- _Information supplied_:
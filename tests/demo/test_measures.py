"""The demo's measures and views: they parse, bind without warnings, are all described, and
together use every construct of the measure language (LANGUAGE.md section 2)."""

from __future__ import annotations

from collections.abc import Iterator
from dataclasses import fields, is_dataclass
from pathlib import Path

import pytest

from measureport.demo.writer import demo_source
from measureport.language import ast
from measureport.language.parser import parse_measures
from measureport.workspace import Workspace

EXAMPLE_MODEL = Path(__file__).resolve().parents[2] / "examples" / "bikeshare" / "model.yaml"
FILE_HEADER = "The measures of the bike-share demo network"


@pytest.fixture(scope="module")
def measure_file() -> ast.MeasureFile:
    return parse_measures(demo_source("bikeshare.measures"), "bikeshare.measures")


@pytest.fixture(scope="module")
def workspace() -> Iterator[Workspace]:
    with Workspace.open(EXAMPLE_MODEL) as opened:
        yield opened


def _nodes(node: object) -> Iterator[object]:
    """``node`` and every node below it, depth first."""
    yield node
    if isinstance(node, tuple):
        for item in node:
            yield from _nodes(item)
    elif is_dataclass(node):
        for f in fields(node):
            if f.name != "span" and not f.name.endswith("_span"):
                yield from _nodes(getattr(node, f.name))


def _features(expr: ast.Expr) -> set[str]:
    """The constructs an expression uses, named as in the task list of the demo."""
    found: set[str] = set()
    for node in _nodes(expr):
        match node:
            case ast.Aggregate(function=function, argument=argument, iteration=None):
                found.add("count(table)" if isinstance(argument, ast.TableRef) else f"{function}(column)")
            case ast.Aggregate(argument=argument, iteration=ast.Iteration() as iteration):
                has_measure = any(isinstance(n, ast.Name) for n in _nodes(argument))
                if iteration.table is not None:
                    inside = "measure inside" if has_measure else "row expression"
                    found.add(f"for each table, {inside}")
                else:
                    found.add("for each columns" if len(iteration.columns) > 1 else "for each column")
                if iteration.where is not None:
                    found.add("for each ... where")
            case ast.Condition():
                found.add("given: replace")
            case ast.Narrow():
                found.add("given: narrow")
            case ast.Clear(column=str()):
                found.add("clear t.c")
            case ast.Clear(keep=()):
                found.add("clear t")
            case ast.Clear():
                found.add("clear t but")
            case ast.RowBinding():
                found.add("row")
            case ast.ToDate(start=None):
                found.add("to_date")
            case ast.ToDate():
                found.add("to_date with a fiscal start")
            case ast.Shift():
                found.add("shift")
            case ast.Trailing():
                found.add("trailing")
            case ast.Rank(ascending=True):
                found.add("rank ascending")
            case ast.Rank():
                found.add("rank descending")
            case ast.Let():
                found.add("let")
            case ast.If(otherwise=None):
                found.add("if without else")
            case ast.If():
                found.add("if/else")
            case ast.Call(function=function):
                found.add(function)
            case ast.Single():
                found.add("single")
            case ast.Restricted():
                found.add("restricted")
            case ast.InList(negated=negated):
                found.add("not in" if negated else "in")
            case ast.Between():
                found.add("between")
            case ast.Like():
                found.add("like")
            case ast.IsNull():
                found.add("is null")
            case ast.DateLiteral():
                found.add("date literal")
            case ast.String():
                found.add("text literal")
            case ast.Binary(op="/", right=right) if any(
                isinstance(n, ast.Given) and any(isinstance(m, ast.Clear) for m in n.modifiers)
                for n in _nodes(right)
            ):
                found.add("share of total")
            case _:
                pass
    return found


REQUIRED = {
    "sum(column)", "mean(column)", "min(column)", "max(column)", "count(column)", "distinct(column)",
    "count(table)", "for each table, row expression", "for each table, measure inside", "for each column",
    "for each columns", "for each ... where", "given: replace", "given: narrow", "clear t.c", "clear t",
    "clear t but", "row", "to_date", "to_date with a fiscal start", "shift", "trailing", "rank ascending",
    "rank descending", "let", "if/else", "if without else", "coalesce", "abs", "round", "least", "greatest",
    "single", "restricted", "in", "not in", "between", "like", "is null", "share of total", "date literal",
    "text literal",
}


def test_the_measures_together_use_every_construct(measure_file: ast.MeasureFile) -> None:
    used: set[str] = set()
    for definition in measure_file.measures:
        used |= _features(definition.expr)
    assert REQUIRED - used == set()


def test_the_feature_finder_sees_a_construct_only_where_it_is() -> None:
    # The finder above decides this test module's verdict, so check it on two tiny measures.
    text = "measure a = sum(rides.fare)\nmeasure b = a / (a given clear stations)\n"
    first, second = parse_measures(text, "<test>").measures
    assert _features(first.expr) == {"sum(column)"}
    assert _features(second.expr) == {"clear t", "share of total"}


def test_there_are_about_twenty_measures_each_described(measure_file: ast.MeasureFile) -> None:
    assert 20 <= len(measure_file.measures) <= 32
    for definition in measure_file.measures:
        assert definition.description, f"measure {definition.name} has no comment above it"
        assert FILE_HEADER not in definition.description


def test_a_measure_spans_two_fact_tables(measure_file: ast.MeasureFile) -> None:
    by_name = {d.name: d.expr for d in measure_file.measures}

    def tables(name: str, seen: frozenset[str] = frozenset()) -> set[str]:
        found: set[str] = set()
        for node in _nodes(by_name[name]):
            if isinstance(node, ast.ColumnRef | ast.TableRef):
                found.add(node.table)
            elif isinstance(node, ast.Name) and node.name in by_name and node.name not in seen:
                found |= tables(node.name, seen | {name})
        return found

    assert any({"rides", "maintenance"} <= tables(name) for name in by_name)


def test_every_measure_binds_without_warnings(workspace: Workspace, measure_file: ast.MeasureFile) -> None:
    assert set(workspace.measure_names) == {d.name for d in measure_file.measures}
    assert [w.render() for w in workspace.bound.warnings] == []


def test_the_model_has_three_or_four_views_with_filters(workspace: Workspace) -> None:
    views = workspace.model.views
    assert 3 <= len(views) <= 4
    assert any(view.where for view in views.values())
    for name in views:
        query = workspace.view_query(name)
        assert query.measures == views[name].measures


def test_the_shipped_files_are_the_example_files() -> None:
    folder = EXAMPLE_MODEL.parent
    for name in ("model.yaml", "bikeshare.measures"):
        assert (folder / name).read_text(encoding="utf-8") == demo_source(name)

- _Exercise_: Each entry above is to be written out exactly.

- _Reply_:
filename tests/demo/test_measures.py
"""The demo's measures and views: they parse, bind without warnings, are all described, and
together use every construct of the measure language (LANGUAGE.md section 2)."""

from __future__ import annotations

from collections.abc import Iterator
from dataclasses import fields, is_dataclass
from pathlib import Path

import pytest

from measureport.demo.writer import demo_source
from measureport.language import ast
from measureport.language.parser import parse_measures
from measureport.workspace import Workspace

EXAMPLE_MODEL = Path(__file__).resolve().parents[2] / "examples" / "bikeshare" / "model.yaml"
FILE_HEADER = "The measures of the bike-share demo network"


@pytest.fixture(scope="module")
def measure_file() -> ast.MeasureFile:
    return parse_measures(demo_source("bikeshare.measures"), "bikeshare.measures")


@pytest.fixture(scope="module")
def workspace() -> Iterator[Workspace]:
    with Workspace.open(EXAMPLE_MODEL) as opened:
        yield opened


def _nodes(node: object) -> Iterator[object]:
    """``node`` and every node below it, depth first."""
    yield node
    if isinstance(node, tuple):
        for item in node:
            yield from _nodes(item)
    elif is_dataclass(node):
        for f in fields(node):
            if f.name != "span" and not f.name.endswith("_span"):
                yield from _nodes(getattr(node, f.name))


def _features(expr: ast.Expr) -> set[str]:
    """The constructs an expression uses, named as in the task list of the demo."""
    found: set[str] = set()
    for node in _nodes(expr):
        match node:
            case ast.Aggregate(function=function, argument=argument, iteration=None):
                found.add("count(table)" if isinstance(argument, ast.TableRef) else f"{function}(column)")
            case ast.Aggregate(argument=argument, iteration=ast.Iteration() as iteration):
                has_measure = any(isinstance(n, ast.Name) for n in _nodes(argument))
                if iteration.table is not None:
                    inside = "measure inside" if has_measure else "row expression"
                    found.add(f"for each table, {inside}")
                else:
                    found.add("for each columns" if len(iteration.columns) > 1 else "for each column")
                if iteration.where is not None:
                    found.add("for each ... where")
            case ast.Condition():
                found.add("given: replace")
            case ast.Narrow():
                found.add("given: narrow")
            case ast.Clear(column=str()):
                found.add("clear t.c")
            case ast.Clear(keep=()):
                found.add("clear t")
            case ast.Clear():
                found.add("clear t but")
            case ast.RowBinding():
                found.add("row")
            case ast.ToDate(start=None):
                found.add("to_date")
            case ast.ToDate():
                found.add("to_date with a fiscal start")
            case ast.Shift():
                found.add("shift")
            case ast.Trailing():
                found.add("trailing")
            case ast.Rank(ascending=True):
                found.add("rank ascending")
            case ast.Rank():
                found.add("rank descending")
            case ast.Let():
                found.add("let")
            case ast.If(otherwise=None):
                found.add("if without else")
            case ast.If():
                found.add("if/else")
            case ast.Call(function=function):
                found.add(function)
            case ast.Single():
                found.add("single")
            case ast.Restricted():
                found.add("restricted")
            case ast.InList(negated=negated):
                found.add("not in" if negated else "in")
            case ast.Between():
                found.add("between")
            case ast.Like():
                found.add("like")
            case ast.IsNull():
                found.add("is null")
            case ast.DateLiteral():
                found.add("date literal")
            case ast.String():
                found.add("text literal")
            case ast.Binary(op="/", right=right) if any(
                isinstance(n, ast.Given) and any(isinstance(m, ast.Clear) for m in n.modifiers)
                for n in _nodes(right)
            ):
                found.add("share of total")
            case _:
                pass
    return found


REQUIRED = {
    "sum(column)", "mean(column)", "min(column)", "max(column)", "count(column)", "distinct(column)",
    "count(table)", "for each table, row expression", "for each table, measure inside", "for each column",
    "for each columns", "for each ... where", "given: replace", "given: narrow", "clear t.c", "clear t",
    "clear t but", "row", "to_date", "to_date with a fiscal start", "shift", "trailing", "rank ascending",
    "rank descending", "let", "if/else", "if without else", "coalesce", "abs", "round", "least", "greatest",
    "single", "restricted", "in", "not in", "between", "like", "is null", "share of total", "date literal",
    "text literal",
}


def test_the_measures_together_use_every_construct(measure_file: ast.MeasureFile) -> None:
    used: set[str] = set()
    for definition in measure_file.measures:
        used |= _features(definition.expr)
    assert REQUIRED - used == set()


def test_the_feature_finder_sees_a_construct_only_where_it_is() -> None:
    # The finder above decides this test module's verdict, so check it on two tiny measures.
    text = "measure a = sum(rides.fare)\nmeasure b = a / (a given clear stations)\n"
    first, second = parse_measures(text, "<test>").measures
    assert _features(first.expr) == {"sum(column)"}
    assert _features(second.expr) == {"clear t", "share of total"}


def test_there_are_about_twenty_measures_each_described(measure_file: ast.MeasureFile) -> None:
    assert 20 <= len(measure_file.measures) <= 32
    for definition in measure_file.measures:
        assert definition.description, f"measure {definition.name} has no comment above it"
        assert FILE_HEADER not in definition.description


def test_a_measure_spans_two_fact_tables(measure_file: ast.MeasureFile) -> None:
    by_name = {d.name: d.expr for d in measure_file.measures}

    def tables(name: str, seen: frozenset[str] = frozenset()) -> set[str]:
        found: set[str] = set()
        for node in _nodes(by_name[name]):
            if isinstance(node, ast.ColumnRef | ast.TableRef):
                found.add(node.table)
            elif isinstance(node, ast.Name) and node.name in by_name and node.name not in seen:
                found |= tables(node.name, seen | {name})
        return found

    assert any({"rides", "maintenance"} <= tables(name) for name in by_name)


def test_every_measure_binds_without_warnings(workspace: Workspace, measure_file: ast.MeasureFile) -> None:
    assert set(workspace.measure_names) == {d.name for d in measure_file.measures}
    assert [w.render() for w in workspace.bound.warnings] == []


def test_the_model_has_three_or_four_views_with_filters(workspace: Workspace) -> None:
    views = workspace.model.views
    assert 3 <= len(views) <= 4
    assert any(view.where for view in views.values())
    for name in views:
        query = workspace.view_query(name)
        assert query.measures == views[name].measures


def test_the_shipped_files_are_the_example_files() -> None:
    folder = EXAMPLE_MODEL.parent
    for name in ("model.yaml", "bikeshare.measures"):
        assert (folder / name).read_text(encoding="utf-8") == demo_source(name)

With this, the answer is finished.